It seems hard to believe now, but the tit-for-tat ethnic killing that threatens to tear apart the country of South Sudan began with little more than a political tug of war. I was almost pulled into it myself on a trip there in December. One early evening, I was in the middle of interviewing the former Minister of Education Peter Adwok when police came to arrest him.
When I returned to South Sudan this weekend, I went to see Adwok. He told me what happened after police booked him. He was taken to a small house where he met 11 other prisoners, all former officials like himself. They were forbidden to leave. He asked the chief prosecutor why he'd been detained, and he was told he'd attended a controversial press conference back in December.
An illegal press conference? Seriously? Yes, the prosecutor told him. The government says the press conference was preparing a coup. Adwok says they were proposing procedural changes to allow their favored candidate, Riek Machar, to challenge President Salva Kiir in the next election.
But whatever that press conference was, it was the end of South Sudanese politics as usual. Machar is now a rebel leader commanding forces of the ethnic Nuer, and Adwok says that President Kiir has winnowed the army and police to favor his ethnic base, the Dinka.

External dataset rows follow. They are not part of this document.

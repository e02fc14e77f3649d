"""One word per state and one way of writing shares in every human output; JSON keeps machine values."""

from __future__ import annotations

import json
import re
from pathlib import Path

import pytest

from armlock.assign import spec_from_dict
from armlock.shared.history import row_from_report
from armlock.audit.model import AuditReport
from armlock.audit.render import check_by_id, render
from armlock.audit.report_html import render_html
from armlock.audit.run import run_audit
from armlock.audit.synth import generate, write_logs
from armlock.shared.words import STATUS_WORD, format_figure, shown_figures
from armlock.shared.history_tables import trend_table

SPEC = spec_from_dict({"name": "words-test", "salt": "invented-words-2026", "start": "2026-01-05T00:00:00Z",
                       "arms": [{"name": "holdout", "weight": 2000}, {"name": "exposed", "weight": 8000}]})
OLD_WORDS = ("Healthy", "Needs a look", "Broken", "Not checked", "SKIP", "Skipped")


@pytest.fixture(scope="module")
def report(tmp_path_factory: pytest.TempPathFactory) -> AuditReport:
    """Faults that fail two checks; no identity links, so churn does not run."""
    logs = generate(SPEC, units=20_000, days=28, seed=5, faults=("leakage", "pre_exposure", "browser_loss"))
    paths = write_logs(logs, tmp_path_factory.mktemp("words"), "parquet")
    return run_audit(SPEC, visits=paths["visits"], exposures=paths["exposures"], identities=None)


def test_every_summary_is_a_sentence(report: AuditReport) -> None:
    assert {c.status for c in report.checks} >= {"pass", "fail", "skipped"}
    for c in report.checks:
        assert c.summary[:1].isupper(), (c.id, c.summary)


def test_one_word_per_state_in_text_markdown_html_and_history(report: AuditReport) -> None:
    outputs = {"text": render(report, "text"), "markdown": render(report, "markdown"),
               "html": render_html(report, [dict(row_from_report(report), as_of="2026-01-25")]),
               "history": trend_table([row_from_report(report)])}
    for name, out in outputs.items():
        for old in OLD_WORDS:
            assert old not in out, (name, old)
    assert "[NOT RUN] Identity churn" in outputs["text"] and "[FAIL] Leakage" in outputs["text"]
    assert "**NOT RUN**" in outputs["markdown"] and "**FAIL**" in outputs["markdown"]
    for word in STATUS_WORD.values():  # the HTML legend explains every word
        assert f">{word}</span>" in outputs["html"], word
    assert "FAIL" in outputs["history"].splitlines()[-1]


def test_json_keeps_machine_values(report: AuditReport) -> None:
    data = json.loads(render(report, "json"))
    assert {c["status"] for c in data["checks"]} <= {"pass", "warn", "fail", "skipped"}
    leak = next(c for c in data["checks"] if c["id"] == "leakage")["figures"]["holdout_leak_share"]
    assert 0 < leak["value"] < 1 and leak["unit"] == "share"  # a fraction, not a percent
    assert leak["numerator"] > 0 and leak["value"] == pytest.approx(leak["numerator"] / leak["denominator"])


def test_shares_are_percent_with_two_decimals_and_their_counts(report: AuditReport) -> None:
    leak = check_by_id(report, "leakage")
    fig = leak.figures["holdout_leak_share"]
    assert re.fullmatch(r"\d+\.\d\d% \([\d,]+ of [\d,]+\)", format_figure(fig))
    text = render(report, "text")
    assert "holdout leakage" in text and format_figure(fig) in text
    # a count that its share already shows is merged into the share: the label appears once
    labels = [f.label for _, f in shown_figures(leak.figures)]
    assert labels.count("units exposed before assignment or start") == 1
    for line in text.splitlines():  # no share in the text report is written as a bare fraction
        if line.strip().startswith(("holdout leakage", "exposure rate")):
            assert "%" in line, line


def test_worst_segment_values_sorted_by_adjusted_p_without_p_of_one(report: AuditReport) -> None:
    seg = check_by_id(report, "srm_segments")
    worst = seg.series["worst"]
    assert worst and worst[0]["value"] == "webkit"
    adjusted = [w["p_holm"] for w in worst]
    assert adjusted == sorted(adjusted) and all(p < 1 for p in adjusted)
    assert [r[-1] for r in seg.tables[0].rows] == adjusted


def test_html_never_breaks_a_segment_value_mid_word(report: AuditReport, tmp_path: Path) -> None:
    page = render_html(report)
    assert "browser_family=<wbr>webkit" in page
    assert "overflow-wrap: anywhere; }" not in page.split(".figures dd")[1].split("\n")[0]
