"""The report's JSON Schema in shared/schemas/ is the model's own, and real reports validate against it."""

from __future__ import annotations

import json
from pathlib import Path

import pytest
from jsonschema import Draft202012Validator

from armlock.assign import spec_from_dict
from armlock.audit.model import SCHEMA, json_schema
from armlock.audit.render import render
from armlock.audit.run import run_audit
from armlock.audit.synth import generate, write_logs

ROOT = Path(__file__).resolve().parents[2]
CHECKED_IN = ROOT / "shared" / "schemas" / f"{SCHEMA.replace('/', '-')}.schema.json"
SPEC = spec_from_dict({"name": "schema-test", "salt": "invented-schema-2026", "start": "2026-01-05T00:00:00Z",
                       "arms": [{"name": "holdout", "weight": 1000}, {"name": "exposed", "weight": 9000}]})


def test_checked_in_schema_is_the_models_schema() -> None:
    """After a model change, regenerate it:
    python -c "import json; from armlock.audit.model import json_schema; print(json.dumps(json_schema(), indent=2, ensure_ascii=False))" \\
        > shared/schemas/armlock.audit-1.schema.json
    (a change that removes or renames a field also bumps SCHEMA, and gets a new file)."""
    assert json.loads(CHECKED_IN.read_text(encoding="utf-8")) == json_schema()
    Draft202012Validator.check_schema(json_schema())


@pytest.fixture(scope="module")
def report_json(tmp_path_factory: pytest.TempPathFactory) -> dict:
    logs = generate(SPEC, units=6_000, days=21, seed=11, faults=("leakage", "cookie_churn"))
    paths = write_logs(logs, tmp_path_factory.mktemp("schema"), "parquet")
    rep = run_audit(SPEC, visits=paths["visits"], exposures=paths["exposures"], identities=paths["identities"])
    return json.loads(render(rep, "json"))


def test_a_real_report_validates(report_json: dict) -> None:
    validator = Draft202012Validator(json.loads(CHECKED_IN.read_text(encoding="utf-8")))
    assert list(validator.iter_errors(report_json)) == []
    assert report_json["schema"] == SCHEMA


def test_a_damaged_report_does_not_validate(report_json: dict) -> None:
    validator = Draft202012Validator(json.loads(CHECKED_IN.read_text(encoding="utf-8")))
    broken = json.loads(json.dumps(report_json))
    del broken["verdict"]
    broken["checks"][0]["status"] = "fine"
    broken["checks"][1]["figures"] = {"x": {"label": "x", "value": 1, "unit": "furlongs"}}
    messages = sorted(e.message for e in validator.iter_errors(broken))
    assert any("'verdict' is a required property" in m for m in messages)
    assert any("'fine' is not one of" in m for m in messages) and any("'furlongs'" in m for m in messages)
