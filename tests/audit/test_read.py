"""The reader's edge cases in Parquet: naive timestamps, integer ids, null ids and categories, missing columns."""

from __future__ import annotations

from pathlib import Path

import pandas as pd
import pyarrow as pa
import pyarrow.parquet as pq
import pytest

from armlock.assign import InputError, arm_for, spec_from_dict
from armlock.audit.render import check_by_id
from armlock.audit.run import run_audit

SPEC = spec_from_dict({"name": "r", "salt": "read-salt", "start": "2026-01-05T00:00:00Z",
                       "arms": [{"name": "holdout", "weight": 5000}, {"name": "exposed", "weight": 5000}],
                       "audit": {"segments": ["device"], "covariates": [], "categorical_covariates": []}})


def _write(path: Path, ids: list, times: pa.Array, devices: list) -> None:  # type: ignore[type-arg]
    arms = [arm_for(SPEC, str(i)) if i is not None else "holdout" for i in ids]
    pq.write_table(pa.table({"unit_id": ids, "first_seen": times, "arm": arms, "device": devices}), path)


def test_parquet_naive_times_and_null_ids(tmp_path: Path) -> None:
    n = 30
    ids = [f"p{i}" for i in range(n)]
    ids[4] = None
    times = pa.array(pd.date_range("2026-01-06", periods=n, freq="h").to_numpy(), type=pa.timestamp("us"))
    devices = ["mobile", None] * (n // 2)
    _write(tmp_path / "v.parquet", ids, times, devices)
    rep = run_audit(SPEC, visits=tmp_path / "v.parquet")
    assert "v.parquet: times in 'first_seen' have no zone; read as UTC" in rep.input_notes
    assert ("v.parquet: 1 row(s) with an empty or null 'unit_id' (row 5) were set aside: they have no arm"
            in rep.input_notes)
    seg = [t for t in check_by_id(rep, "srm_segments").tables if t.title == "Units per arm by device"][0]
    assert sorted(r[0] for r in seg.rows) == ["(missing)", "mobile"]
    assert check_by_id(rep, "integrity").figures["first_seen_min"].value == "2026-01-06T00:00:00+00:00"


def test_parquet_integer_ids_are_hashed_as_text(tmp_path: Path) -> None:
    ids = list(range(100, 140))
    times = pa.array(pd.date_range("2026-01-06", periods=40, freq="h", tz="UTC").to_numpy(), type=pa.timestamp("us", tz="UTC"))
    _write(tmp_path / "v.parquet", ids, times, ["desktop"] * 40)
    rep = run_audit(SPEC, visits=tmp_path / "v.parquet")
    assert "v.parquet: ids in 'unit_id' are integers; hashed as their decimal text" in rep.input_notes
    assert check_by_id(rep, "integrity").figures["mismatches"].value == 0


def test_parquet_missing_column_lists_columns(tmp_path: Path) -> None:
    pq.write_table(pa.table({"uid": ["a"], "first_seen": ["2026-01-06T00:00:00Z"]}), tmp_path / "v.parquet")
    with pytest.raises(InputError) as exc:
        run_audit(SPEC, visits=tmp_path / "v.parquet")
    assert str(exc.value) == (f"{tmp_path / 'v.parquet'}: column 'unit_id' not found in the visits file (spec: "
                              "[audit.visits] unit_id = \"unit_id\"); the file has columns: uid, first_seen")


def test_not_a_parquet_file(tmp_path: Path) -> None:
    (tmp_path / "v.parquet").write_text("unit_id\nx\n", encoding="utf-8")
    with pytest.raises(InputError, match="cannot read the visits file as Parquet"):
        run_audit(SPEC, visits=tmp_path / "v.parquet")
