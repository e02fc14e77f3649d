"""One status rule (issue #20): a check that did not run or could not judge is never PASS, and every
output says so in its verdict's first line; the readout is trustworthy only when SRM, integrity and
leakage all judged and none fails."""

from __future__ import annotations

import json
from pathlib import Path

import pytest

from armlock.assign import spec_from_dict
from armlock.audit.model import Check, verdict_of
from armlock.audit.render import render
from armlock.audit.report_html import render_html
from armlock.audit.run import run_audit
from armlock.audit.synth import generate, generate_orders, write_logs, write_orders
from armlock.readout.render import RENDERERS as READOUT_RENDERERS
from armlock.readout.report_html import render_html as readout_html
from armlock.readout.run import run_readout

SPEC = spec_from_dict({"name": "rule-test", "salt": "invented-rule-2026", "start": "2026-01-05T00:00:00Z",
                       "arms": [{"name": "holdout", "weight": 2000}, {"name": "exposed", "weight": 8000}]})


def _c(cid: str, status: str, summary: str = "Fine.", reason: str | None = None) -> Check:
    return Check(id=cid, title=cid.upper(), status=status, summary=summary, reason=reason)  # type: ignore[arg-type]


def test_a_check_that_did_not_run_or_judge_is_marked_unjudged() -> None:
    assert not _c("leakage", "skipped", reason="no exposure log given").judged
    assert not _c("srm", "warn", "Cannot judge: too few units.").judged
    assert _c("srm", "warn", "Arms differ a little.").judged and _c("srm", "pass").judged


@pytest.mark.parametrize("statuses, verdict, gate_gaps", [
    ({"srm": "pass", "integrity": "pass", "leakage": "pass", "churn": "pass"}, "pass", []),
    # an optional check not run: named, but the split can still be called healthy
    ({"srm": "pass", "integrity": "pass", "leakage": "pass", "churn": "skipped"}, "pass", []),
    # a gate check not run or not judged: never PASS
    ({"srm": "pass", "integrity": "pass", "leakage": "skipped"}, "warn", ["leakage"]),
    ({"srm": "cannot", "integrity": "pass", "leakage": "pass"}, "warn", ["srm"]),
    ({"srm": "fail", "integrity": "pass", "leakage": "skipped"}, "fail", ["leakage"]),
    ({"churn": "pass"}, "warn", []),  # no gate check at all
])
def test_verdict_of(statuses: dict[str, str], verdict: str, gate_gaps: list[str]) -> None:
    checks = [_c(k, "warn", "Cannot judge: too few units.") if v == "cannot"
              else _c(k, v, reason="not given" if v == "skipped" else None) for k, v in statuses.items()]
    got, missing = verdict_of(checks)
    assert got == verdict and [m.id for m in missing if m.gate] == gate_gaps
    assert {m.id for m in missing} == {k for k, v in statuses.items() if v in ("skipped", "cannot")}


@pytest.fixture(scope="module")
def paths(tmp_path_factory: pytest.TempPathFactory) -> dict[str, Path]:
    logs = generate(SPEC, units=6_000, days=21, seed=3)
    out = write_logs(logs, tmp_path_factory.mktemp("rule"), "parquet")
    orders = generate_orders(SPEC, logs, days=21, seed=4, uplift=0.3, base_rate=0.08)
    out["orders"] = write_orders(orders, out["visits"].parent, fmt="parquet")
    return out


def test_audit_without_exposures_names_leakage_first_in_every_output(paths: dict[str, Path]) -> None:
    rep = run_audit(SPEC, visits=paths["visits"], identities=paths["identities"])
    assert rep.verdict == "warn" and [m.id for m in rep.not_checked] == ["leakage"]
    text = render(rep, "text").splitlines()
    assert text[1].startswith("verdict: WARN  Could not check: Leakage")
    md = render(rep, "markdown").splitlines()
    assert md[0].startswith("## armlock audit: rule-test — **WARN** (could not check: Leakage")
    data = json.loads(render(rep, "json"))
    assert data["verdict_text"].startswith("Could not check: Leakage") and data["not_checked"][0]["gate"]
    html = render_html(rep)
    assert "Could not check: Leakage" in html.split('class="verdict"', 1)[1][:1500]


def test_audit_with_every_input_passes_and_says_nothing_is_missing(paths: dict[str, Path]) -> None:
    rep = run_audit(SPEC, visits=paths["visits"], exposures=paths["exposures"], identities=paths["identities"])
    assert rep.verdict == "pass" and rep.not_checked == []
    assert rep.verdict_text == "The split looks healthy: no check found a problem."


def test_readout_without_exposures_is_not_trustworthy_in_every_output(paths: dict[str, Path]) -> None:
    rep = run_readout(SPEC, visits=paths["visits"], orders=paths["orders"], identities=paths["identities"])
    assert rep.status == "warn" and rep.trustworthy is False
    assert rep.headline.startswith("NOT TRUSTWORTHY: could not check Leakage")
    assert [m.id for m in rep.not_checked if m.gate] == ["leakage"]
    for fmt in ("text", "markdown"):  # the decision (issue #21) is withheld at the top, naming what was not checked
        lines = READOUT_RENDERERS[fmt](rep).splitlines()
        assert "withheld" in lines[0] and any("could not check Leakage" in line for line in lines[:3]), fmt
    assert "audit gate: WARN, not trustworthy" in READOUT_RENDERERS["text"](rep).splitlines()
    assert json.loads(READOUT_RENDERERS["json"](rep))["trustworthy"] is False
    assert "WARN: not trustworthy" in readout_html(rep)


def test_readout_with_exposures_is_trustworthy(paths: dict[str, Path]) -> None:
    rep = run_readout(SPEC, visits=paths["visits"], orders=paths["orders"], exposures=paths["exposures"],
                      identities=paths["identities"])
    assert rep.trustworthy is True and not rep.headline.startswith("NOT TRUSTWORTHY")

"We don't have a national army," Adwok says. "We don't have a national police. All that you see are armed tribal groups. And their allegiance is not to the state; it is to the ethnic community and the leaders."
That's why in the capital, Juba, which is firmly under the control of the government, you have 20,000 people from the other ethnic group — the Nuer — seeking protection in a large United Nations compound.
Here, UNICEF has carved off some spots for kids to play. Otherwise, most every square inch is now claimed by a latrine or a sleeping tent or a kiosk under a plastic tarp. A whole camp economy has sprung up: For about a dollar, you can smoke a shisha (or hookah), get a haircut and charge your cellphone.
Taaban Kuon charges about 30 cents for the use of an outlet connected to a generator, though he says it's "just wasting time. We don't have work, exactly. And we don't have school."
Jeremiah Gai, a university student in political science who lives in a nearby tent, says his classmates call him and tell him to leave the camp and come back to class. He's missed almost the whole semester.
He says he tells them, "This is not time for reading. This is a time for fighting. Now we are a rebel. I am a rebel now."
"They say, 'You come back,' " he explains. " 'You come back.' "
Actually, this rebel has never held a gun. But he wears the rebel badge to set himself apart from other Nuer classmates who have returned to school and who don't identify with their tribe as strongly as he does.
Five months into this conflict, with so many South Sudanese taking refuge in homogenous ethnic groups, the biggest challenge in South Sudan isn't just stopping the war in the places where there's fighting. It's getting people to trust each other and their government in the places where there's peace.
Almost everybody in this camp tells me, as they told me in December, that that starts with President Kiir stepping down.
The U.S. position on this has been twofold. Secretary of State John Kerry came to Juba to say he still supports Kiir as the democratically elected leader, but wants him to talk to rebel leader Machar about a transitional government.
Kiir agreed, but after Kerry left South Sudan, Kiir's spokesman told reporters he won't discuss any government where he does not remain commander in chief.